Paper on Artifact Evaluations accepted at FSE 2020

To foster replicable research, many conferences encourage the submission of ‘research artifacts’ along with papers. Artifacts essentially are anything that has contributed to generating the results presented in a research article. The submitted artifacts are evaluated by dedicated artifact evaluation committees (AECs). I’ve had the pleasure to serve on such AECs myself (ISSTA 2016 and ISSTA 2018) and we also received a positive evaluation for our artifact at ISSTA 2019.

One thing that I’ve been struggling with a bit is what makes a good artifact and I’ve had long and interesting discussions with Ben Hermann, who co-chaired the ISSTA 2018 AEC, on this topic. We realized that our views on artifact quality slightly differed in various nuances, which led us to the question if the perceptions of artifact quality generally differ across AEC members and what the causes and possible impact of such different perceptions are.

With the help of Janet Siegmund, who is an expert in qualitative surveys and a fantastic discussion partner when it comes to research methodology in general, we designed a questionnaire and invited all past AEC members from AECs at software engineering and programming language conferences to tell us about their perceptions of artifact purposes and quality.

The paper that discusses the results from this survey has just been accepted at FSE 2020, which is the best venue for the paper that I can imagine.

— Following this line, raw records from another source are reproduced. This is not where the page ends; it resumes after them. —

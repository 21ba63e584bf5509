//! Printing ring elements: plain text that the coefficient language reads
//! back, and LaTeX for papers. Even powers of pi can be written as even zeta
//! values instead (`--even zeta`), one even zeta times a rational per term.

use std::fmt;

use rug::Rational;

use super::bernoulli::even_zeta_over_pi_power;
use super::{Exact, Monomial};

/// How even powers of pi are written.
#[derive(Clone, Copy, Debug, Default, PartialEq, Eq)]
pub enum EvenStyle {
    /// pi^(2n) as it is.
    #[default]
    Pi,
    /// pi^(2n) as zeta(2n) times the rational that makes it equal.
    Zeta,
}

/// The output language.
#[derive(Clone, Copy, Debug, Default, PartialEq, Eq)]
pub enum Notation {
    #[default]
    Text,
    Latex,
}

impl Exact {
    /// The value written in the chosen style; terms in canonical order.
    pub fn format(&self, even: EvenStyle, notation: Notation) -> String {
        if self.is_zero() {
            return "0".to_string();
        }
        let mut out = String::new();
        for (i, (m, c)) in self.terms().enumerate() {
            let (c, pi_part) = split_even(m, c, even);
            let negative = c < 0;
            let abs = Rational::from(c.abs_ref());
            match (i, negative) {
                (0, true) => out.push('-'),
                (0, false) => {}
                (_, true) => out.push_str(" - "),
                (_, false) => out.push_str(" + "),
            }
            match notation {
                Notation::Text => write_text_term(&mut out, m, &abs, pi_part),
                Notation::Latex => write_latex_term(&mut out, m, &abs, pi_part),
            }
        }
        out
    }
}

/// The coefficient and, for even style, the zeta(2n) that replaces pi^(2n).
fn split_even(m: &Monomial, c: &Rational, even: EvenStyle) -> (Rational, Option<u32>) {
    let e = m.pi_exponent();
    if even == EvenStyle::Zeta && e > 0 && e % 2 == 0 {
        ((c / even_zeta_over_pi_power(e as u32 / 2)), Some(e as u32))
    } else {
        (c.clone(), None)
    }
}

fn write_text_term(out: &mut String, m: &Monomial, abs: &Rational, even_zeta: Option<u32>) {
    let pi_text = even_zeta.map(|n| format!("zeta({n})"));
    let mut factors = String::new();
    let has_factors = m.write_factors(&mut factors, pi_text.as_deref());
    if !has_factors {
        out.push_str(&abs.to_string());
    } else if *abs == 1 {
        out.push_str(&factors);
    } else {
        out.push_str(&abs.to_string());
        out.push('*');
        out.push_str(&factors);
    }
}

fn write_latex_term(out: &mut String, m: &Monomial, abs: &Rational, even_zeta: Option<u32>) {
    let mut factors: Vec<String> = Vec::new();
    for (name, e) in m.symbols() {
        factors.push(latex_power(&latex_symbol(name), *e as i64));
    }
    match even_zeta {
        Some(n) => factors.push(format!("\\zeta_{{{n}}}")),
        None if m.pi_exponent() != 0 => factors.push(latex_power("\\pi", m.pi_exponent() as i64)),
        None => {}
    }
    for (z, e) in m.zeta_powers() {
        factors.push(latex_power(&format!("\\zeta_{{{z}}}"), e as i64));
    }
    let coefficient = if *abs == 1 && !factors.is_empty() {
        String::new()
    } else if *abs.denom() == 1 {
        abs.numer().to_string()
    } else {
        format!("\\frac{{{}}}{{{}}}", abs.numer(), abs.denom())
    };
    out.push_str(&coefficient);
    if !coefficient.is_empty() && !factors.is_empty() {
        out.push_str("\\,");
    }
    out.push_str(&factors.join("\\,"));
}

fn latex_symbol(name: &str) -> String {
    let split = name
        .find(|c: char| c.is_ascii_digit())
        .unwrap_or(name.len());
    let (stem, digits) = name.split_at(split);
    if digits.is_empty() {
        stem.to_string()
    } else {
        format!("{stem}_{{{digits}}}")
    }
}

fn latex_power(base: &str, e: i64) -> String {
    if e == 1 {
        base.to_string()
    } else {
        format!("{base}^{{{e}}}")
    }
}

impl fmt::Display for Exact {
    fn fmt(&self, f: &mut fmt::Formatter<'_>) -> fmt::Result {
        f.write_str(&self.format(EvenStyle::Pi, Notation::Text))
    }
}

#[cfg(test)]
mod tests {
    use super::*;

    fn four_loop_cusp() -> Exact {
        // -(876 zeta(6) + 32 zeta(3)^2), hep-th/0610251.
        let z6 = Exact::zeta(6).unwrap().scale(&Rational::from(-876));
        let z33 = Exact::zeta(3).unwrap().pow(2).scale(&Rational::from(-32));
        &z6 + &z33
    }

    #[test]
    fn text_with_pi_and_with_even_zeta() {
        let x = four_loop_cusp();
        assert_eq!(x.to_string(), "-292/315*pi^6 - 32*zeta(3)^2");
        assert_eq!(
            x.format(EvenStyle::Zeta, Notation::Text),
            "-876*zeta(6) - 32*zeta(3)^2"
        );
    }

    #[test]
    fn latex_form() {
        let x = four_loop_cusp();
        assert_eq!(
            x.format(EvenStyle::Pi, Notation::Latex),
            "-\\frac{292}{315}\\,\\pi^{6} - 32\\,\\zeta_{3}^{2}"
        );
        let y = &Exact::symbol("l1") * &Exact::from(3);
        assert_eq!(y.format(EvenStyle::Pi, Notation::Latex), "3\\,l_{1}");
        assert_eq!(Exact::zero().to_string(), "0");
        assert_eq!(Exact::from(Rational::from((-7, 2))).to_string(), "-7/2");
    }
}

FSE has pioneered artifact evaluations in the software engineering community and has been conducting these evaluations for almost a decade.

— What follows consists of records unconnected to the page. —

private:
    bool sizing_ = false, panning_ = false;
    sf::Vector2f press_, last_;
    sf::VertexArray star_quads_{sf::Quads};
    sf::VertexArray star_points_{sf::Points};
    LabelPlacer labels_;  // this frame's labels

    void draw_stars(sf::RenderTarget& target, const SkyMap& map, const sf::FloatRect& canvas, const ViewerModel& m,
                    const DrawContext& ctx) {
        star_quads_.clear();
        star_points_.clear();
        const double bright = m.star_spec.bright_mag, faint = m.star_spec.faint_mag;
        const float tex = ctx.glow ? static_cast<float>(ctx.glow->getSize().x) : 1.0f;
        const float x0 = canvas.left - 8, x1 = canvas.left + canvas.width + 8;
        const float y0 = canvas.top - 8, y1 = canvas.top + canvas.height + 8;
        // A little larger when zoomed in, so a magnified field does not look empty.
        const double fit = std::min(canvas.width / two_pi, canvas.height / pi);
        const float grow = std::min(1.8f, static_cast<float>(std::pow(map.scale / fit, 0.12)));
        const double point_below = 0.28 / grow;
        for (const Star& s : m.stars) {
            const ImVec2 p = map.to_screen(s.lon, s.lat);
            if (p.x < x0 || p.x > x1 || p.y < y0 || p.y > y1) continue;
            const double u = std::clamp((faint - s.mag) / (faint - bright), 0.0, 1.0);  // 1 = brightest
            const float half = grow * static_cast<float>(1.3 + 5.0 * u * u * u);
            const auto alpha = static_cast<sf::Uint8>(std::clamp(45.0 + 210.0 * std::pow(u, 0.8), 0.0, 255.0));
            // A faint blue-white to warm-white tint from a hash of the position: variety, not physics.
            double h = std::sin(s.lon * 12.9898 + s.lat * 78.233) * 43758.5453;
            h -= std::floor(h);
            const auto tint = static_cast<float>(h);
            const sf::Color col(static_cast<sf::Uint8>(200 + 55 * tint), static_cast<sf::Uint8>(212 + 30 * tint),
                                static_cast<sf::Uint8>(255 - 45 * tint), alpha);
            if (u < point_below) {  // most stars are faint: one pixel each is cheaper to draw than a sprite
                star_points_.append(sf::Vertex({std::floor(p.x) + 0.5f, std::floor(p.y) + 0.5f}, col));
                continue;
            }
            star_quads_.append(sf::Vertex({p.x - half, p.y - half}, col, {0, 0}));
            star_quads_.append(sf::Vertex({p.x + half, p.y - half}, col, {tex, 0}));
            star_quads_.append(sf::Vertex({p.x + half, p.y + half}, col, {tex, tex}));
            star_quads_.append(sf::Vertex({p.x - half, p.y + half}, col, {0, tex}));
        }
        sf::RenderStates states;
        states.texture = ctx.glow;
        states.blendMode = sf::BlendAdd;
        target.draw(star_quads_, states);
        target.draw(star_points_, sf::RenderStates(sf::BlendAdd));
    }

    void draw_grid(ImDrawList& list, const SkyMap& map, const sf::FloatRect& canvas, const DrawContext& ctx) {
        // The sky occupies latitudes -90..90; beyond the poles the canvas is left dark.
        const float top = std::max(canvas.top, map.to_screen(map.center_lon, pi / 2).y);
        const float bottom = std::min(canvas.top + canvas.height, map.to_screen(map.center_lon, -pi / 2).y);
        const float left = canvas.left, right = canvas.left + canvas.width;
        if (top > canvas.top) list.AddRectFilled(ImVec2(left, canvas.top), ImVec2(right, top), IM_COL32(6, 8, 14, 255));
        if (bottom < canvas.top + canvas.height)
            list.AddRectFilled(ImVec2(left, bottom), ImVec2(right, canvas.top + canvas.height), IM_COL32(6, 8, 14, 255));
        list.AddRect(ImVec2(left - 1, top), ImVec2(right + 1, bottom), im_color(palette::grid_strong, 160));

        const double step = nice_grid_step(70.0 / map.scale);
        const int decimals = step < 0.99 * deg ? 1 : 0;
        const float ts = ctx.text_size * 0.8f;
        // Labels for meridians go just under the sky if there is room, else along its bottom edge.
        const float label_y = bottom + ts * 1.6f < canvas.top + canvas.height ? bottom + 4.0f : bottom - ts * 1.5f;
        const double half_width = 0.5 * canvas.width / map.scale;
        const int n_lon = std::min(400, static_cast<int>(2.0 * half_width / step) + 2);
        const double first = std::floor((map.center_lon - half_width) / step) * step;
        for (int k = 0; k <= n_lon; ++k) {
            const double lon = first + k * step;
            const ImVec2 a = map.to_screen(lon, map.center_lat);
            if (a.x < left - 1 || a.x > right + 1) continue;
            list.AddLine(ImVec2(a.x, top), ImVec2(a.x, bottom), im_color(palette::grid, 110));
            double shown = wrap_two_pi(lon);
            if (two_pi - shown < 1e-9) shown = 0.0;  // 359.999... is the 0 meridian
            if (a.x - 2.0f * ts < left || a.x + 2.0f * ts > right) continue;  // its label would be cut off
            draw_text(list, ctx.fonts, ts, ImVec2(a.x, label_y), im_color(palette::text_dim), format_deg(shown, decimals),
                      Align::centre, true);
        }
        const double half_height = 0.5 * canvas.height / map.scale;
        const double lat_first = std::ceil((std::max(-pi / 2, map.center_lat - half_height)) / step) * step;
        for (double lat = lat_first; lat <= std::min(pi / 2, map.center_lat + half_height) + 1e-12; lat += step) {
            const float y = map.to_screen(map.center_lon, lat).y;
            const bool equator = std::abs(lat) < 1e-9;
            list.AddLine(ImVec2(left, y), ImVec2(right, y), im_color(equator ? palette::grid_strong : palette::grid, equator ? 150 : 110));
            draw_text(list, ctx.fonts, ts, ImVec2(left + 6, y - ts * 1.3f), im_color(palette::text_dim),
                      format_deg(equator ? 0.0 : lat, decimals), Align::left, true);
        }
    }

    // Grid steps in radians: 1, 2, 5, 10, 15, 30 degrees and decimal fractions of a degree.
    static double nice_grid_step(double at_least) {
        for (double d : {1.0, 2.0, 5.0, 10.0, 15.0, 30.0, 45.0, 90.0})
            if (d * deg >= at_least) return d * deg;
        if (at_least > 90.0 * deg) return 90.0 * deg;
        return nice_step(at_least / deg) * deg;
    }

    // A filled small circle (convex for the sizes drawn here), repeated a turn either side so it wraps.
    void fill_circle(ImDrawList& list, const SkyMap& map, double lon, double lat, double radius, ImU32 fill, ImU32 edge,
                     float edge_width) {
        const std::vector<SkyPoint> ring = small_circle(lon, lat, radius, 120);
        const ImVec2 centre = map.to_screen(lon, lat);
        std::vector<ImVec2> pts(ring.size());
        for (int turn = -1; turn <= 1; ++turn) {
            const float shift = static_cast<float>(turn * two_pi * map.scale);
            for (std::size_t k = 0; k < ring.size(); ++k)
                pts[k] = ImVec2(centre.x + shift - static_cast<float>(wrap_pi(ring[k].lon - lon) * map.scale),
                                static_cast<float>(map.cy - (ring[k].lat - map.center_lat) * map.scale));
            if (fill) list.AddConvexPolyFilled(pts.data(), static_cast<int>(pts.size()), fill);
            if (edge) list.AddPolyline(pts.data(), static_cast<int>(pts.size()), edge, ImDrawFlags_Closed, edge_width);
        }
    }

    void draw_limit(ImDrawList& list, const SkyMap& map, const SkyPosition& star, const ViewerModel& m) {
        fill_circle(list, map, star.lon, star.lat, m.elongation_limit(), im_color(palette::unobservable, 46),
                    im_color(palette::unobservable, 170), 1.5f);
    }

    void draw_star_direction(ImDrawList& list, const SkyMap& map, const SkyPosition& star, const ViewerModel& m,
                             const DrawContext& ctx) {
        const ImVec2 s = map.to_screen(star.lon, star.lat);
        for (int k = 4; k >= 1; --k) list.AddCircleFilled(s, 7.0f + 4.0f * static_cast<float>(k), im_color(palette::star, static_cast<std::uint8_t>(16 + 6 * (4 - k))), 32);
        list.AddCircleFilled(s, 7.0f, im_color(palette::star), 24);
        labels_.block(s, 9.0f);
        draw_label(list, ctx.fonts, ctx.text_size * 0.9f, labels_, s, 9.0f, im_color(palette::text), m.bodies[0].name);
        char buf[96];
        std::snprintf(buf, sizeof buf, "elongation < %.0f\u00b0", m.scenario.plan.elongation_limit_deg);
        const float reach = static_cast<float>(m.elongation_limit() * map.scale);
        if (reach > 30.0f)
            draw_text(list, ctx.fonts, ctx.text_size * 0.8f, ImVec2(s.x, s.y + reach + 4.0f), im_color(palette::unobservable, 235),
                      buf, Align::centre, true);
    }

    void draw_planets(ImDrawList& list, const SkyMap& map, const ViewerControls& c, const ViewerModel& m,
                      const DrawContext& ctx) {
        const std::size_t n = m.body_count();
        const double t = c.time_days;
        const double span = c.track_years * julian_year_days;
        std::vector<ImVec2> pts;
        struct Pending {
            ImVec2 at;
            ImU32 colour;
            std::string text;
        };
        std::vector<Pending> pending;
        const float jump = static_cast<float>(pi * map.scale);  // a longer step is the wrap, not the track
        auto flush = [&](ImU32 col, float thick) {
            if (pts.size() >= 2) list.AddPolyline(pts.data(), static_cast<int>(pts.size()), col, 0, thick);
            pts.clear();
        };
        for (const BodyView& b : m.bodies) {
            if (b.index == 0 || b.index == m.observer || !m.shows(b.index)) continue;
            const sf::Color col = palette::for_body(b.role, b.observer);
            const SkyPosition now = m.sky(b.index, t);
            if (c.tracks) {
                const std::size_t k0 = m.nearest_sample(std::max(m.t_begin(), t - span));
                const std::size_t k1 = m.nearest_sample(t);
                const std::size_t k2 = m.nearest_sample(std::min(m.t_end(), t + span));
                for (int part = 0; part < 2; ++part) {
                    const std::size_t a = part == 0 ? k0 : k1, z = part == 0 ? k1 : k2;
                    const ImU32 colour = im_color(col, part == 0 ? 210 : 80);
                    const float thick = part == 0 ? 2.0f : 1.3f;
                    pts.clear();
                    if (part == 1) pts.push_back(map.to_screen(now.lon, now.lat));
                    for (std::size_t k = a; k <= z; ++k) {
                        const ImVec2 p = map.to_screen(m.sample_lon[k * n + b.index], m.sample_lat[k * n + b.index]);
                        if (!pts.empty() && std::abs(p.x - pts.back().x) > jump) flush(colour, thick);
                        pts.push_back(p);
                    }
                    if (part == 0) {
                        const ImVec2 p = map.to_screen(now.lon, now.lat);
                        if (!pts.empty() && std::abs(p.x - pts.back().x) > jump) flush(colour, thick);
                        pts.push_back(p);
                    }
                    flush(colour, thick);
                }
            }
            const ImVec2 s = map.to_screen(now.lon, now.lat);
            list.AddCircleFilled(s, 5.0f, im_color(col), 20);
            list.AddCircle(s, 7.5f, im_color(col, 160), 20, 1.2f);
            labels_.block(s, 8.0f);
            pending.push_back({s, im_color(col), b.name});
        }
        for (const auto& p : pending) draw_label(list, ctx.fonts, ctx.text_size * 0.9f, labels_, p.at, 8.0f, p.colour, p.text);
    }

    void draw_marker(ImDrawList& list, const SkyMap& map, const ViewerControls& c, const ViewerModel& m,
                     const DrawContext& ctx) {
        const PredictionMarker& mk = c.marker;
        const ImU32 col = im_color(palette::prediction);
        fill_circle(list, map, mk.lon, mk.lat, mk.radius, im_color(palette::prediction, 34), col, 1.8f);
        const ImVec2 s = map.to_screen(mk.lon, mk.lat);
        const float arm = 9.0f, gap = 3.0f;
        list.AddLine(ImVec2(s.x - arm, s.y), ImVec2(s.x - gap, s.y), col, 2.0f);
        list.AddLine(ImVec2(s.x + gap, s.y), ImVec2(s.x + arm, s.y), col, 2.0f);
        list.AddLine(ImVec2(s.x, s.y - arm), ImVec2(s.x, s.y - gap), col, 2.0f);
        list.AddLine(ImVec2(s.x, s.y + gap), ImVec2(s.x, s.y + arm), col, 2.0f);
        const std::string text = "prediction, epoch " + format_decimal_year(m.year(mk.epoch_days)) + ", r = " +
                                 format_deg(mk.radius, 2);
        const float r_px = static_cast<float>(mk.radius * map.scale);
        draw_text(list, ctx.fonts, ctx.text_size * 0.85f, ImVec2(s.x, s.y + std::max(r_px, arm) + 6.0f), col, text,
                  Align::centre, true);
    }

    void draw_overlay(ImDrawList& list, const sf::FloatRect& canvas, const ViewerControls& c, const ViewerModel& m,
                      const DrawContext& ctx) {
        const float pad = 16.0f, ts = ctx.text_size;
        const float x = canvas.left + pad + 44.0f;
        const double year = m.year(c.time_days);
        list.AddRectFilled(ImVec2(x - 10, canvas.top + pad - 8), ImVec2(x + ts * 23.0f, canvas.top + pad + ts * 4.4f),
                           IM_COL32(10, 13, 22, 190), 6.0f);
        draw_text(list, ctx.fonts, ts * 1.35f, ImVec2(x, canvas.top + pad), im_color(palette::text),
                  std::string(title()) + " (" + m.bodies[m.observer].name + ")");
        draw_text(list, ctx.fonts, ts * 1.1f, ImVec2(x, canvas.top + pad + ts * 1.7f), im_color(palette::text),
                  format_decimal_year(year) + "   \u00b7   " + format_calendar_date(calendar_date(year)));
        draw_text(list, ctx.fonts, ts * 0.85f, ImVec2(x, canvas.top + pad + ts * 3.1f), im_color(palette::text_dim),
                  "\u03bb, \u03b2 in the observer\u2019s orbital plane; \u03bb grows to the left");

        // Legend, top right beside the title, or bottom right when the canvas is too narrow for both.
        const float lx = canvas.left + canvas.width - pad - ts * 11.5f;
        const int rows = m.mode == ViewerMode::author ? 5 : 4;
        const float legend_height = ts * 0.9f * 1.35f * static_cast<float>(rows);
        const bool beside = lx - 20.0f > x + ts * 23.0f;
        float ly = beside ? canvas.top + pad : canvas.top + canvas.height - pad - legend_height - ts * 1.6f;
        list.AddRectFilled(ImVec2(lx - 10, ly - 8), ImVec2(canvas.left + canvas.width - pad + 6, ly + legend_height + 4),
                           IM_COL32(10, 13, 22, 200), 6.0f);
        ly = legend_row(list, ctx.fonts, ts * 0.9f, ImVec2(lx, ly), palette::star, "star");
        ly = legend_row(list, ctx.fonts, ts * 0.9f, ImVec2(lx, ly), palette::known, "known planet, track");
        if (m.mode == ViewerMode::author) ly = legend_row(list, ctx.fonts, ts * 0.9f, ImVec2(lx, ly), palette::hidden, "hidden body");
        ly = legend_row(list, ctx.fonts, ts * 0.9f, ImVec2(lx, ly), palette::unobservable, "too near the star", true);
        legend_row(list, ctx.fonts, ts * 0.9f, ImVec2(lx, ly), palette::prediction, "prediction");
    }
};

}  // namespace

We thank all the anonymous participants of our study, the anonymous reviewers of our paper, and the AEC members that currently evaluate our research artifact. We hope our paper contributes to the continuous improvement of artifact evaluations and replicable research in general. A preprint of our paper and its research artifact are available here.

TraceSanitizer Paper at DSN 2020

Our paper on sanitizing execution traces from effects of benign execution non-determinism has been accepted at DSN’20.

The paper addresses a problem we frequently came across in Error Propagation Analyses (EPA) using fault injections. In EPA execution traces are commonly used as an auxiliary oracle: Execution traces under fault injection are compared to execution traces from fault-free runs and if they deviate that’s an indicator for error propagation (for a more detailed discussion of this usage, please see our ASE’17 paper on TrEKer).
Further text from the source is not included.